+++ Material for this task

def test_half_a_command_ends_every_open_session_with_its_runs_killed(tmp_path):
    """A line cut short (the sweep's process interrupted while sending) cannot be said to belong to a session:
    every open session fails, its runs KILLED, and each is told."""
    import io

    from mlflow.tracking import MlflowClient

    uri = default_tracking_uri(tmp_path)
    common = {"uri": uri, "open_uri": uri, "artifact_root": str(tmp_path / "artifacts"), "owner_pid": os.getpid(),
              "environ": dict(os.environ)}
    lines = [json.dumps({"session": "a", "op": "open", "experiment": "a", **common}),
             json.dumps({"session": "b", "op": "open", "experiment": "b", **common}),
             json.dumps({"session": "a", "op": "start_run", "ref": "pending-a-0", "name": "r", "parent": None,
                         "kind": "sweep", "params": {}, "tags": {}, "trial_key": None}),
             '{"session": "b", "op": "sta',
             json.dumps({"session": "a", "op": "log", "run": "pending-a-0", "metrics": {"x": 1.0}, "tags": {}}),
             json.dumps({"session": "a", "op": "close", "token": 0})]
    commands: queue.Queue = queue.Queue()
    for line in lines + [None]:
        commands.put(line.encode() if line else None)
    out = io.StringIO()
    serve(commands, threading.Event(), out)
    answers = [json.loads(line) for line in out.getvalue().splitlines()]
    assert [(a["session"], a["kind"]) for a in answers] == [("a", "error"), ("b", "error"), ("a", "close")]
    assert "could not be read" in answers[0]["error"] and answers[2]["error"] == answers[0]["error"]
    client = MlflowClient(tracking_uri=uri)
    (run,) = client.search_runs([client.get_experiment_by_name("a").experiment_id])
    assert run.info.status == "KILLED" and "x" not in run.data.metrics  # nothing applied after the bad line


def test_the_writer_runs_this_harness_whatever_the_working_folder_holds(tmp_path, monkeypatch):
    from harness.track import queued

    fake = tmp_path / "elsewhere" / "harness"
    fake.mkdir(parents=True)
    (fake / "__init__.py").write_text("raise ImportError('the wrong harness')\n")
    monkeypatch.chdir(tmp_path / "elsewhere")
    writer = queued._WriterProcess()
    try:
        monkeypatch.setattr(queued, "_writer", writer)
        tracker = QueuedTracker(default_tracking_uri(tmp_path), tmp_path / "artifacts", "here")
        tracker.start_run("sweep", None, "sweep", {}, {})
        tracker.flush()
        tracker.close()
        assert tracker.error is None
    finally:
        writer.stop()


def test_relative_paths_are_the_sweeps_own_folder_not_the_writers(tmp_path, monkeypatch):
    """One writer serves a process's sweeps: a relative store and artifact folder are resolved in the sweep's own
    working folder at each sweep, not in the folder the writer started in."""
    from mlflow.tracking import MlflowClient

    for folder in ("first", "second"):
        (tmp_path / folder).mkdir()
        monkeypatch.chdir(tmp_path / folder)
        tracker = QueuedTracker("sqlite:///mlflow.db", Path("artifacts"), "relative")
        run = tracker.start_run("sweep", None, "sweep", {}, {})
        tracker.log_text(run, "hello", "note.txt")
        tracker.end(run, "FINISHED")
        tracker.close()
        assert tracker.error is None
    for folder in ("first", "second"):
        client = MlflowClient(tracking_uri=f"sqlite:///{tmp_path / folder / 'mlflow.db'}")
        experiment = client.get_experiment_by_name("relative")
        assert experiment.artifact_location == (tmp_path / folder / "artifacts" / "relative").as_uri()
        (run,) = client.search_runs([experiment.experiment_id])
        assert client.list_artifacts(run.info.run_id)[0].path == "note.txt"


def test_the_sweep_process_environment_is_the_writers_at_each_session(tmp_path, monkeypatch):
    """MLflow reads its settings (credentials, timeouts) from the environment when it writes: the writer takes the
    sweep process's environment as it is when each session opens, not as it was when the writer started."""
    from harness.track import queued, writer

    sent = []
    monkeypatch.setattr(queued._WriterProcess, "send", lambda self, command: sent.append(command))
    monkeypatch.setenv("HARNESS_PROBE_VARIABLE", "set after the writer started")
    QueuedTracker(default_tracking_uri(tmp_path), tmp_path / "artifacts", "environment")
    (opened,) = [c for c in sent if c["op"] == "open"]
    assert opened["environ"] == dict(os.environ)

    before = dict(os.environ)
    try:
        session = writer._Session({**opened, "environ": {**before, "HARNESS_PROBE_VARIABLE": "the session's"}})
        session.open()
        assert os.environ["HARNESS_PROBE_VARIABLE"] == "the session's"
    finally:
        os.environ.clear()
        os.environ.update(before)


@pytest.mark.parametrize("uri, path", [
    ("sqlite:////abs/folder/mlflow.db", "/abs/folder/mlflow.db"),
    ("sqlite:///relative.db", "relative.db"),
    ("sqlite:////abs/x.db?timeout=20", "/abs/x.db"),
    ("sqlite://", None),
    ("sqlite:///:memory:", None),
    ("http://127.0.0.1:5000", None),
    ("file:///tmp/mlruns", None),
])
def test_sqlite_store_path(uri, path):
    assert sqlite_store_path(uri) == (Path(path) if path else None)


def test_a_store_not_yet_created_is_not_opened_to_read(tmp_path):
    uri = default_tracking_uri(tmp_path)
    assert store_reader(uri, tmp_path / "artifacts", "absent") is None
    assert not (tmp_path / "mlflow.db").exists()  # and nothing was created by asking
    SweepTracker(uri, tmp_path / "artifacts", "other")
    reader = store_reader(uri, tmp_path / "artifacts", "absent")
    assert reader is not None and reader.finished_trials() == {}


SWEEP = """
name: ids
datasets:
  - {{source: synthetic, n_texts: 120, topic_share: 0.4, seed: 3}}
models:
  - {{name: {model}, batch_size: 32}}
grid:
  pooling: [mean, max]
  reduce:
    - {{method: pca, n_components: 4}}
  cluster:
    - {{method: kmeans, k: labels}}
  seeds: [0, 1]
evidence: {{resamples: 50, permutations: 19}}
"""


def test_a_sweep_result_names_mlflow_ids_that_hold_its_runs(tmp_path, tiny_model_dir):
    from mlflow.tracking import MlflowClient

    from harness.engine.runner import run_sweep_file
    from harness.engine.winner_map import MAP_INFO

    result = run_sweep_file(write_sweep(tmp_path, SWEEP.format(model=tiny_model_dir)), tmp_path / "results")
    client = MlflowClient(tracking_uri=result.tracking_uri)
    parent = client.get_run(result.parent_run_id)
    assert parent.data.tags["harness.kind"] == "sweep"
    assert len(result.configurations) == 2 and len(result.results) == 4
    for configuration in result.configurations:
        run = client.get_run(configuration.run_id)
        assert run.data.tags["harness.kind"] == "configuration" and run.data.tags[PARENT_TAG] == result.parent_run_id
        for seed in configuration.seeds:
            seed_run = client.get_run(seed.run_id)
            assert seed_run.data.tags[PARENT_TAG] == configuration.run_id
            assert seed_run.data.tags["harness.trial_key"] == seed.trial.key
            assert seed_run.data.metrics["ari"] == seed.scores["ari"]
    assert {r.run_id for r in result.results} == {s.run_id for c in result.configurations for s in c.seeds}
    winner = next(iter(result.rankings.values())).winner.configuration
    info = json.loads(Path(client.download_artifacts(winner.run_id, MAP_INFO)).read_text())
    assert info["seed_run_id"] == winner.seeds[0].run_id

++++++

Every entry needs to be retyped exactly.

def test_half_a_command_ends_every_open_session_with_its_runs_killed(tmp_path):
    """A line cut short (the sweep's process interrupted while sending) cannot be said to belong to a session:
    every open session fails, its runs KILLED, and each is told."""
    import io

    from mlflow.tracking import MlflowClient

    uri = default_tracking_uri(tmp_path)
    common = {"uri": uri, "open_uri": uri, "artifact_root": str(tmp_path / "artifacts"), "owner_pid": os.getpid(),
              "environ": dict(os.environ)}
    lines = [json.dumps({"session": "a", "op": "open", "experiment": "a", **common}),
             json.dumps({"session": "b", "op": "open", "experiment": "b", **common}),
             json.dumps({"session": "a", "op": "start_run", "ref": "pending-a-0", "name": "r", "parent": None,
                         "kind": "sweep", "params": {}, "tags": {}, "trial_key": None}),
             '{"session": "b", "op": "sta',
             json.dumps({"session": "a", "op": "log", "run": "pending-a-0", "metrics": {"x": 1.0}, "tags": {}}),
             json.dumps({"session": "a", "op": "close", "token": 0})]
    commands: queue.Queue = queue.Queue()
    for line in lines + [None]:
        commands.put(line.encode() if line else None)
    out = io.StringIO()
    serve(commands, threading.Event(), out)
    answers = [json.loads(line) for line in out.getvalue().splitlines()]
    assert [(a["session"], a["kind"]) for a in answers] == [("a", "error"), ("b", "error"), ("a", "close")]
    assert "could not be read" in answers[0]["error"] and answers[2]["error"] == answers[0]["error"]
    client = MlflowClient(tracking_uri=uri)
    (run,) = client.search_runs([client.get_experiment_by_name("a").experiment_id])
    assert run.info.status == "KILLED" and "x" not in run.data.metrics  # nothing applied after the bad line


def test_the_writer_runs_this_harness_whatever_the_working_folder_holds(tmp_path, monkeypatch):
    from harness.track import queued

    fake = tmp_path / "elsewhere" / "harness"
    fake.mkdir(parents=True)
    (fake / "__init__.py").write_text("raise ImportError('the wrong harness')\n")
    monkeypatch.chdir(tmp_path / "elsewhere")
    writer = queued._WriterProcess()
    try:
        monkeypatch.setattr(queued, "_writer", writer)
        tracker = QueuedTracker(default_tracking_uri(tmp_path), tmp_path / "artifacts", "here")
        tracker.start_run("sweep", None, "sweep", {}, {})
        tracker.flush()
        tracker.close()
        assert tracker.error is None
    finally:
        writer.stop()


def test_relative_paths_are_the_sweeps_own_folder_not_the_writers(tmp_path, monkeypatch):
    """One writer serves a process's sweeps: a relative store and artifact folder are resolved in the sweep's own
    working folder at each sweep, not in the folder the writer started in."""
    from mlflow.tracking import MlflowClient

    for folder in ("first", "second"):
        (tmp_path / folder).mkdir()
        monkeypatch.chdir(tmp_path / folder)
        tracker = QueuedTracker("sqlite:///mlflow.db", Path("artifacts"), "relative")
        run = tracker.start_run("sweep", None, "sweep", {}, {})
        tracker.log_text(run, "hello", "note.txt")
        tracker.end(run, "FINISHED")
        tracker.close()
        assert tracker.error is None
    for folder in ("first", "second"):
        client = MlflowClient(tracking_uri=f"sqlite:///{tmp_path / folder / 'mlflow.db'}")
        experiment = client.get_experiment_by_name("relative")
        assert experiment.artifact_location == (tmp_path / folder / "artifacts" / "relative").as_uri()
        (run,) = client.search_runs([experiment.experiment_id])
        assert client.list_artifacts(run.info.run_id)[0].path == "note.txt"


def test_the_sweep_process_environment_is_the_writers_at_each_session(tmp_path, monkeypatch):
    """MLflow reads its settings (credentials, timeouts) from the environment when it writes: the writer takes the
    sweep process's environment as it is when each session opens, not as it was when the writer started."""
    from harness.track import queued, writer

    sent = []
    monkeypatch.setattr(queued._WriterProcess, "send", lambda self, command: sent.append(command))
    monkeypatch.setenv("HARNESS_PROBE_VARIABLE", "set after the writer started")
    QueuedTracker(default_tracking_uri(tmp_path), tmp_path / "artifacts", "environment")
    (opened,) = [c for c in sent if c["op"] == "open"]
    assert opened["environ"] == dict(os.environ)

    before = dict(os.environ)
    try:
        session = writer._Session({**opened, "environ": {**before, "HARNESS_PROBE_VARIABLE": "the session's"}})
        session.open()
        assert os.environ["HARNESS_PROBE_VARIABLE"] == "the session's"
    finally:
        os.environ.clear()
        os.environ.update(before)


@pytest.mark.parametrize("uri, path", [
    ("sqlite:////abs/folder/mlflow.db", "/abs/folder/mlflow.db"),
    ("sqlite:///relative.db", "relative.db"),
    ("sqlite:////abs/x.db?timeout=20", "/abs/x.db"),
    ("sqlite://", None),
    ("sqlite:///:memory:", None),
    ("http://127.0.0.1:5000", None),
    ("file:///tmp/mlruns", None),
])
def test_sqlite_store_path(uri, path):
    assert sqlite_store_path(uri) == (Path(path) if path else None)


def test_a_store_not_yet_created_is_not_opened_to_read(tmp_path):
    uri = default_tracking_uri(tmp_path)
    assert store_reader(uri, tmp_path / "artifacts", "absent") is None
    assert not (tmp_path / "mlflow.db").exists()  # and nothing was created by asking
    SweepTracker(uri, tmp_path / "artifacts", "other")
    reader = store_reader(uri, tmp_path / "artifacts", "absent")
    assert reader is not None and reader.finished_trials() == {}


SWEEP = """
name: ids
datasets:
  - {{source: synthetic, n_texts: 120, topic_share: 0.4, seed: 3}}
models:
  - {{name: {model}, batch_size: 32}}
grid:
  pooling: [mean, max]
  reduce:
    - {{method: pca, n_components: 4}}
  cluster:
    - {{method: kmeans, k: labels}}
  seeds: [0, 1]
evidence: {{resamples: 50, permutations: 19}}
"""


def test_a_sweep_result_names_mlflow_ids_that_hold_its_runs(tmp_path, tiny_model_dir):
    from mlflow.tracking import MlflowClient

    from harness.engine.runner import run_sweep_file
    from harness.engine.winner_map import MAP_INFO

    result = run_sweep_file(write_sweep(tmp_path, SWEEP.format(model=tiny_model_dir)), tmp_path / "results")
    client = MlflowClient(tracking_uri=result.tracking_uri)
    parent = client.get_run(result.parent_run_id)
    assert parent.data.tags["harness.kind"] == "sweep"
    assert len(result.configurations) == 2 and len(result.results) == 4
    for configuration in result.configurations:
        run = client.get_run(configuration.run_id)
        assert run.data.tags["harness.kind"] == "configuration" and run.data.tags[PARENT_TAG] == result.parent_run_id
        for seed in configuration.seeds:
            seed_run = client.get_run(seed.run_id)
            assert seed_run.data.tags[PARENT_TAG] == configuration.run_id
            assert seed_run.data.tags["harness.trial_key"] == seed.trial.key
            assert seed_run.data.metrics["ari"] == seed.scores["ari"]
    assert {r.run_id for r in result.results} == {s.run_id for c in result.configurations for s in c.seeds}
    winner = next(iter(result.rankings.values())).winner.configuration
    info = json.loads(Path(client.download_artifacts(winner.run_id, MAP_INFO)).read_text())
    assert info["seed_run_id"] == winner.seeds[0].run_id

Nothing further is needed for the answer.